In what follows you will want to have a Project Identifer Tag or PIT handy. This is just a short ID string that you will use to tag everything you create. Mine for example might be ‘Basie’ because I like the music of Count Basie. In what follows when you see either ‘PIT’ or possibly ‘Basie’ you should substitute your own string. In this way everyone can proceed on parallel tracks.

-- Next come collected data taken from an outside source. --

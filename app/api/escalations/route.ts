// GET /api/escalations – escalated diagnoses on calls not yet closed, for leads and admins.
import { routeOf } from '@/lib/server/operation';
import { listEscalationsOp } from '@/lib/server/operations/diagnoses';

export const GET = routeOf(listEscalationsOp);
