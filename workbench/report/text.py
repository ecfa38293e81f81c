"""The report's words and table rows: the answer, the risk paragraph, the method, the cautions."""

from __future__ import annotations

import json

import numpy as np
import xarray as xr

from .. import analysis as an
from ..analysis.transfer_check import difficulty
from ..engine.strategies import STRATEGIES, description
from ..world.resemblance import MEASURES
from .content import (
    DECAY_TEXT,
    Content,
    Group,
    beyond_budget,
    cell,
    num,
    pct,
    span,
)


def _value(data: xr.Dataset, setting: str, distortion: str) -> tuple[float, float, float]:
    one = data.sel(setting=setting, distortion=distortion)
    return float(one["estimate"]), float(one["low"]), float(one["high"])


def choice_words(choice: dict, ds: xr.Dataset) -> str:
    parts = [f"strategy {choice['strategy']}", f"decay schedule {choice['decay']}"]
    if choice.get("quantile") is not None:
        parts.append(f"threshold quantile γ = {choice['quantile']:g}")
    for k in ("exploration", "initial"):
        if ds.sizes[k] > 1:
            parts.append(f"{k} {choice[k]}")
    return ", ".join(parts)


def risk_paragraph(c: Content) -> str:
    """What the recommended setting costs at each distortion against no belief, and where the
    belief stops paying for itself."""
    if c.cost is None:
        return (
            "The grid has no no-belief baseline, so the cost of a misleading belief against "
            "using no belief cannot be stated."
        )
    s = c.rec.setting
    names = [str(d) for d in c.ds["distortion"].values]
    base = float(c.ett["estimate"].sel(setting=an.NO_BELIEF).mean())
    level = pct(c.rs.level)
    parts = []
    for d in names:
        v, lo, hi = _value(c.cost, s, d)
        if hi < 0:
            word = f"saves {num(-v)} evaluations ({span(-hi, -lo)})"
        elif lo > 0:
            word = f"costs {num(v)} more ({span(lo, hi)})"
        else:
            word = f"costs about the same ({num(v)}, {span(lo, hi)})"
        parts.append(f"{word} when the belief is {d}")
    text = (
        f"Against no belief, which needs {num(base)} evaluations to reach the target on average "
        f"(mean restricted to the budget of {c.ds.attrs['budget']}), the recommended setting "
        + "; ".join(parts)
        + f" ({level} intervals, paired by replicate)."
    )
    order = sorted(names, key=lambda d: float(c.distance.sel(distortion=d)))
    losing = [d for d in order if _value(c.cost, s, d)[0] > 0]
    if losing:
        d = losing[0]
        text += (
            f" Ordered by how far the belief's centre sits from the optimum, the belief stops "
            f"paying for itself at '{d}' (centre {num(float(c.distance.sel(distortion=d)), 2)} "
            f"of the range away on average, {pct(float(c.mass.sel(distortion=d)))} of its mass "
            f"within 0.1 of the optimum): there it costs more than using no belief at all."
        )
        kept = [x for x in order if order.index(x) < order.index(d)]
        if kept:
            far = kept[-1]
            text += (
                f" It still pays at '{far}' (centre "
                f"{num(float(c.distance.sel(distortion=far)), 2)} of the range away)."
            )
    else:
        worst = max(names, key=lambda d: _value(c.cost, s, d)[0])
        text += (
            f" In none of the simulated distortions did it cost more than no belief; at the "
            f"least favourable, '{worst}', it still saved {num(-_value(c.cost, s, worst)[0])}."
        )
    return text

Our strategy is fairly simple here:

  1. Start up a manager machine on AWS
  2. Log in to this machine as ‘ec2-user’ using ssh
  3. Update this machine, install cfncluster software and create a cluster called PIT0
  4. Turn to the CloudFormation service on the AWS console to monitor your progress
  • Autoscale group
  • Cloud Formation service
  • Cloud Watch service
  • Simple Notification Service
  • EC2 instance: Launcher with cfncluster installed
  • cfncluster creates a cluster that includes…
    • An EC2 Master instance
      • Recognizes Worker EC2 instances as they are added to the resource pool
      • Has some memory
      • Includes task software
      • Shell script to launch multiple jobs to the SGE processing queue

Create an EC2 instance cfncluster Launcher

  • Refer to the EC2 page here
  • It will be the ‘base of operations’ for the compute task
    • Give it a PIT name like ‘rob101_Launcher’
    • It can be small and cheap to operate, for example a T2.micro.
  • Choose the Amazon Linux AMI
    • This has AWS tools already installed; but we will update and install cfncluster
  • The default EBS volume is fine but could be expanded as needed per data
  • We will place everything in a single Region/AZ/etceter
    • Region = us-west-2 (Oregon)
    • AZ = Zone C
    • VPC = Virtual Private Cloud cloud101_vpc
    • Subnet = cloud101_public_subnet
    • Internet Gateway = … kilroy
    • Route Table entries … kilroy
    • Security Group = cloud101_securitygroup (ssh allowed from anywhere: ‘hi risk’)
  • Review and launch
    • Download a new key pair
    • You can use an existing key pair as well; be sure you have it on hand
      • This will be a ‘.pem’ file extension.
        • If you are Windows using PuTTY you will need to convert to a .ppk file format
        • This is done using the PuTTYGen application
  • Once it spins up (green dot, ip address present) ssh to this EC2 as ec2-user

Notice that the VPC and so on already exist: Preliminary spadework we are sparing you in this course.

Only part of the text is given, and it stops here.